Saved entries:
// What the study held fixed, and what follows for p: the conditional p, an unconditional one, or a parametric bootstrap.
import { groupedDigits } from '../numeric/digit-groups.js';
import { secondsPerUnit, type PlannedForecast } from '../null/forecast.js';
import { multinomialWork } from '../null/unconditional/multinomial-work.js';
import { unconditionalWork } from '../null/unconditional/unconditional-work.js';
import { effortProblem, usageProblem, type Problem } from '../problem/problem.js';
import type { Roles, Statistic } from '../statistic/contract.js';
import type { LiveTable } from '../table/live-table.js';
import type { Table } from '../table/table.js';
import { bootstrapDraws } from './bootstrap-draws.js';
import { statedValue, statedWork, withNullValue } from './null-value.js';
import type { ChosenMethod, Method, Plan, PlanOptions, Tail, TwoSidedRule } from './plan.js';
import { oneOf, share, unused } from './settings.js';

export const fixedSides = ['both', 'rows', 'columns', 'total'] as const;
export type FixedSide = (typeof fixedSides)[number];

/** What makes an outcome of two groups as extreme: the statistic itself, or its conditional p (Boschloo 1970). */
export const outcomeOrders = ['statistic', 'conditional-p'] as const;
export type OutcomeOrder = (typeof outcomeOrders)[number];

/** How the headline p is found. */
export type DesignKind = 'conditional' | 'two-groups' | 'multinomial' | 'bootstrap' | 'null-value';

export interface Design {
  readonly kind: DesignKind;
  /** The fields of the plan that the design decides; empty for `conditional`. */
  readonly echo: Partial<Plan>;
}

export const isTwoByTwo = (table: Table): boolean => table.rowLabels.length === 2 && table.columnLabels.length === 2;

/** Statistics whose own value orders the outcomes of two groups. */
const ordersTwoGroups = ['pearson', 'score', 'wald'];
const ordersByConditionalP = ['probability', 'score', 'wald'];

export const fixedOf = (options: PlanOptions): FixedSide => oneOf(options.fixed, 'both', fixedSides, '--fixed');

/** Defaults that the design brings with it. @throws Problem (usage) for options that it leaves unread. */
export function withDesign(table: Table, wishes: PlanOptions): PlanOptions {
  const fixed = fixedOf(wishes);
  const options = wishes.nullValue === undefined ? wishes : withNullValue(table, wishes, wishes.nullValue);
  const isTwoGroups = (fixed === 'rows' || fixed === 'columns') && isTwoByTwo(table);
  const order = oneOf(options.outcomeOrder, 'statistic', outcomeOrders, '--outcome-order');
  const unread = isTwoGroups
    ? undefined
    : options.outcomeOrder !== undefined
      ? '--outcome-order'
      : options.nuisanceRisk !== undefined
        ? '--nuisance-risk'
        : undefined;
  if (unread !== undefined) {
    throw unused(
      unread,
      'unless two groups of fixed size are compared',
      'leave it out, or use --fixed rows or --fixed columns with a 2x2 table',
    );
  }
  if (!isTwoGroups) return options;
  if (options.groups !== undefined && options.groups !== fixed) throw groupsNotFixed(options.groups, fixed);
  const statistic = options.statistic ?? (order === 'conditional-p' ? 'probability' : 'pearson');
  const isSigned = statistic === 'score' || statistic === 'wald';
  const isBoth = options.tail === undefined || options.tail === 'both';
  return {
    ...options,
    statistic,
    groups: fixed,
    ...(order === 'conditional-p' && isSigned && isBoth ? { twoSidedRule: options.twoSidedRule ?? 'probability' } : {}),
  };
}

const groupsNotFixed = (groups: string, fixed: string): Problem =>
  usageProblem({
    code: 'groups-not-fixed',
    message: `--groups ${groups} with --fixed ${fixed}: the groups are the lines whose totals were fixed`,
    place: '--groups',
    hint: `leave --groups out, or use --fixed ${groups}`,
  });

export interface DesignQuestion {
  readonly table: Table;
  readonly live: LiveTable;
  readonly statistic: Statistic;
  readonly tail: Tail;
  readonly rule: TwoSidedRule | null;
  readonly asked: Method;
  readonly effort: number;
  /** Of two groups, as indexes into the whole table. */
  readonly roles: Roles;
}

/** @param options as `withDesign` left them. @throws Problem: usage, or effort where exact work is over the bound. */
export function designOf(question: DesignQuestion, options: PlanOptions): Design {
  const fixed = fixedOf(options);
  const { table, asked } = question;
  if (options.nullValue !== undefined) return nullValueDesign(question, options.nullValue, fixed);
  if (fixed === 'both') return { kind: 'conditional', echo: {} };
  const isSmall = isTwoByTwo(table);
  if (asked === 'asymptotic' || (fixed !== 'total' && !isSmall)) return { kind: 'conditional', echo: { fixed } };
  if (fixed === 'total') return totalFixed(question, options);
  const { rowTotals, columnTotals } = table;
  const [firstSize, secondSize] = (fixed === 'rows' ? rowTotals : columnTotals) as readonly [number, number];
  if (asked === 'sample') throw notSampled(fixed);
  const order = options.outcomeOrder ?? 'statistic';
  refuseOrder(question, order);
  const outcomes = (firstSize + 1) * (secondSize + 1);
  const echo = withinBound(
    question,
    unconditionalWork({ firstSize, secondSize }),
    'unconditional',
    outcomes,
    `p is the largest over the proportion common to both groups; ${groupedDigits(outcomes)} outcomes have these group sizes`,
  );
  const nuisanceRisk =
    options.nuisanceRisk === undefined ? {} : { nuisanceRisk: share(options.nuisanceRisk, 1e-6, '--nuisance-risk') };
  return { kind: 'two-groups', echo: { fixed, outcomeOrder: order, ...nuisanceRisk, ...echo } };
}

function nullValueDesign(question: DesignQuestion, text: string, fixed: FixedSide): Design {
  const stated = statedValue(text);
  const isOdds = stated.of === 'odds-ratio';
  const { workUnits, tables } = statedWork(stated, { cells: question.table.counts, ...question.roles });
  const many = groupedDigits(tables);
  const what = isOdds
    ? `${many} ${tables === 1 ? 'table has' : 'tables have'} these margins`
    : `p is the largest over the proportions that the stated ${stated.of} allows; ${many} outcomes have these group sizes`;
  const echo = withinBound(question, workUnits, isOdds ? 'two-by-two' : 'unconditional', tables, what);
  const isPair = 'between' in stated;
  return { kind: 'null-value', echo: { fixed, nullValue: stated, ...(isPair ? { twoSidedRule: null } : {}), ...echo } };
}

function totalFixed(question: DesignQuestion, options: PlanOptions): Design {
  const { table, live, statistic, tail, rule, asked, effort } = question;
  if (asked !== 'exact' && (statistic.own || (rule !== null && rule !== 'distance' && rule !== 'doubled'))) {
    throw noBootstrap(statistic, rule);
  }
  const { total } = table;
  const work = multinomialWork(total);
  const isOrdered = ['pearson', 'score'].includes(statistic.name) && tailFits(statistic, tail, rule);
  const canBeExact = isTwoByTwo(table) && isOrdered;
  if (asked === 'exact' || (asked === 'auto' && canBeExact && work <= effort)) {
    if (!canBeExact) throw noExactTotal();
    const tables = ((total + 3) * (total + 2) * (total + 1)) / 6;
    const echo = withinBound(
      question,
      work,
      'multinomial',
      tables,
      `p is the largest over the proportions of the first row and the first column; ${groupedDigits(tables)} tables have this total`,
    );
    return { kind: 'multinomial', echo: { fixed: 'total', ...echo } };
  }
  const draws = bootstrapDraws(options, live);
  const why = canBeExact
    ? `exact work is forecast at ${inWords(work)} units, the bound is ${inWords(effort)}`
    : 'with the total alone fixed, p is exact only for a 2x2 table ordered by pearson or score';
  return {
    kind: 'bootstrap',
    echo: { fixed: 'total', method: 'sample', methodReason: asked === 'sample' ? `asked for` : why, draws },
  };
}

function withinBound(
  { asked, effort }: DesignQuestion,
  workUnits: number,
  engine: PlannedForecast['engine'],
  tables: number,
  what: string,
): { method: ChosenMethod; methodReason: string; forecast: PlannedForecast } {
  const work = `the work is forecast at ${inWords(workUnits)} units, the bound is ${inWords(effort)}`;
  if (workUnits > effort) {
    throw effortProblem({
      code: 'exact-over-bound',
      message: `exact work is over the bound: ${what}; ${work}`,
      place: '--fixed',
      hint: `raise the bound with --effort ${(workUnits * 1.1).toPrecision(2)}, or use --fixed both`,
    });
  }
  const seconds = Number((workUnits * secondsPerUnit).toPrecision(2));
  return {
    method: 'exact',
    methodReason: `${asked === 'exact' ? 'asked for; ' : ''}${what}; ${work}`,
    forecast: Object.freeze({ engine, workUnits, tables, tablesAreCounted: true, seconds }),
  };
}

/** Two-sided rules of an unconditional p depend on what orders the outcomes. */
function refuseOrder({ statistic, tail, rule }: DesignQuestion, order: OutcomeOrder): void {
  const known = order === 'statistic' ? ordersTwoGroups : ordersByConditionalP;
  if (!known.includes(statistic.name) || (statistic.sided === 'upper' && tail === 'lower')) {
    throw usageProblem({
      code: 'no-unconditional-order',
      message: `${statistic.name}${tail === 'lower' ? ' with --tail lower' : ''} does not order the outcomes of two groups${order === 'statistic' ? '' : ' by conditional p'}`,
      place: '--statistic',
      hint: `use --statistic ${known.join(', ')}, or --fixed both`,
    });
  }
  const rules = order === 'statistic' ? ['distance', 'doubled'] : ['probability', 'doubled'];
  if (rule === null || rules.includes(rule)) return;
  throw usageProblem({
    code: 'rule-without-order',
    message: `the two-sided rule ${rule} does not order outcomes by ${order === 'statistic' ? 'the statistic' : 'conditional p'}`,
    place: '--two-sided-rule',
    hint: `use --two-sided-rule ${rules.join(' or ')}`,
  });
}

const tailFits = (statistic: Statistic, tail: Tail, rule: TwoSidedRule | null): boolean =>
  statistic.sided === 'upper' ? tail === 'upper' : rule === null || rule === 'distance' || rule === 'doubled';

const notSampled = (fixed: string): Problem =>
  usageProblem({
    code: 'unconditional-not-sampled',
    message: `the unconditional p with --fixed ${fixed} is exact; it is not sampled`,
    place: '--method sample',
    hint: 'leave --method out, or use --fixed both',
  });

const noBootstrap = (statistic: Statistic, rule: TwoSidedRule | null): Problem =>
  usageProblem({
    code: 'no-bootstrap',
    message: `with the total alone fixed, there is no p for ${statistic.own ? 'a statistic of your own' : `the two-sided rule ${rule ?? ''}`}`,
    place: statistic.own ? '--statistic' : '--two-sided-rule',
    hint: statistic.own
      ? 'use --fixed both, or a built-in statistic'
      : 'use --two-sided-rule distance or doubled, or --fixed both',
  });

const noExactTotal = (): Problem =>
  usageProblem({
    code: 'no-exact-total',
    message:
      'with the total alone fixed, an exact p is there only for a 2x2 table ordered by pearson (upper tail) or score',
    place: '--method exact',
    hint: 'use --method auto: a parametric bootstrap, or --fixed both',
  });

const inWords = (value: number): string =>
  value < 1e7 ? groupedDigits(Math.round(value)) : value.toExponential(1).replace('e+', 'e');
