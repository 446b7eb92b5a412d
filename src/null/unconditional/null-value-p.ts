// The unconditional exact p of a stated difference or ratio of two proportions (Chan 1998): the largest probability, over all
// pairs of proportions that the statement allows, of the outcomes whose score lies at least as far out as the one seen.
import { certifiedMaximum } from './certified-maximum.js';
import { constrainedScore, type NullValue, type OutcomeScore } from './constrained-score.js';
import { lineError, lineOf, linePolynomial } from './line-polynomial.js';
import { outcomesWhere, type OutcomeSet, type TwoGroupsSeen } from './outcomes.js';
import type { UnconditionalP } from './unconditional-p.js';

/** upper: the first proportion is larger than stated; lower: smaller; distance: either. */
export type NullValueTail = 'upper' | 'lower' | 'distance';

/** Scores are right to 1e-9; values this near count as tied, which can enlarge p and never makes it smaller. */
const tie = 1e-8;

/** Time: O(firstSize^2 secondSize + firstSize secondSize^2), and about 100 x (firstSize + secondSize)^2 / 2. */
export function nullValueP(seen: TwoGroupsSeen, nullValue: NullValue, tail: NullValueTail): UnconditionalP {
  const { firstSize, secondSize } = seen;
  const line = lineOf(nullValue);
  const coefficients = linePolynomial(setBeyond(seen, constrainedScore(seen, nullValue), tail), line);
  const { upper, lower, at } = certifiedMaximum(coefficients, lineError(firstSize, secondSize));
  const bound = Math.min(1, upper);
  return {
    p: bound,
    log10: Math.min(0, Math.log10(upper)),
    relativeError: upper >= 1 ? Math.max(0, 1 - lower) : upper / lower - 1,
    nuisance: { value: line.second[0] + at * (line.second[1] - line.second[0]), certifiedUpper: bound },
  };
}

/** Outcomes at least as far out by the score as the one seen. */
export function setBeyond(seen: TwoGroupsSeen, score: OutcomeScore, tail: NullValueTail): OutcomeSet {
  const turned = (x1: number, x2: number): number => {
    const value = score(x1, x2);
    return tail === 'distance' ? Math.abs(value) : tail === 'lower' ? -value : value;
  };
  const target = turned(seen.firstEvents, seen.secondEvents);
  const least = Number.isFinite(target) ? target - tie * Math.max(1, Math.abs(target)) : target;
  return outcomesWhere(seen, (x1, x2) => turned(x1, x2) >= least);
}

* _Work request_
The response must consist of the lines above, from the first one through the line containing "statedValue, statedWork, withNullValue", reproduced exactly.

* _Result_
// What the study held fixed, and what follows for p: the conditional p, an unconditional one, or a parametric bootstrap.
import { groupedDigits } from '../numeric/digit-groups.js';
import { secondsPerUnit, type PlannedForecast } from '../null/forecast.js';
import { multinomialWork } from '../null/unconditional/multinomial-work.js';
import { unconditionalWork } from '../null/unconditional/unconditional-work.js';
import { effortProblem, usageProblem, type Problem } from '../problem/problem.js';
import type { Roles, Statistic } from '../statistic/contract.js';
import type { LiveTable } from '../table/live-table.js';
import type { Table } from '../table/table.js';
import { bootstrapDraws } from './bootstrap-draws.js';
import { statedValue, statedWork, withNullValue } from './null-value.js';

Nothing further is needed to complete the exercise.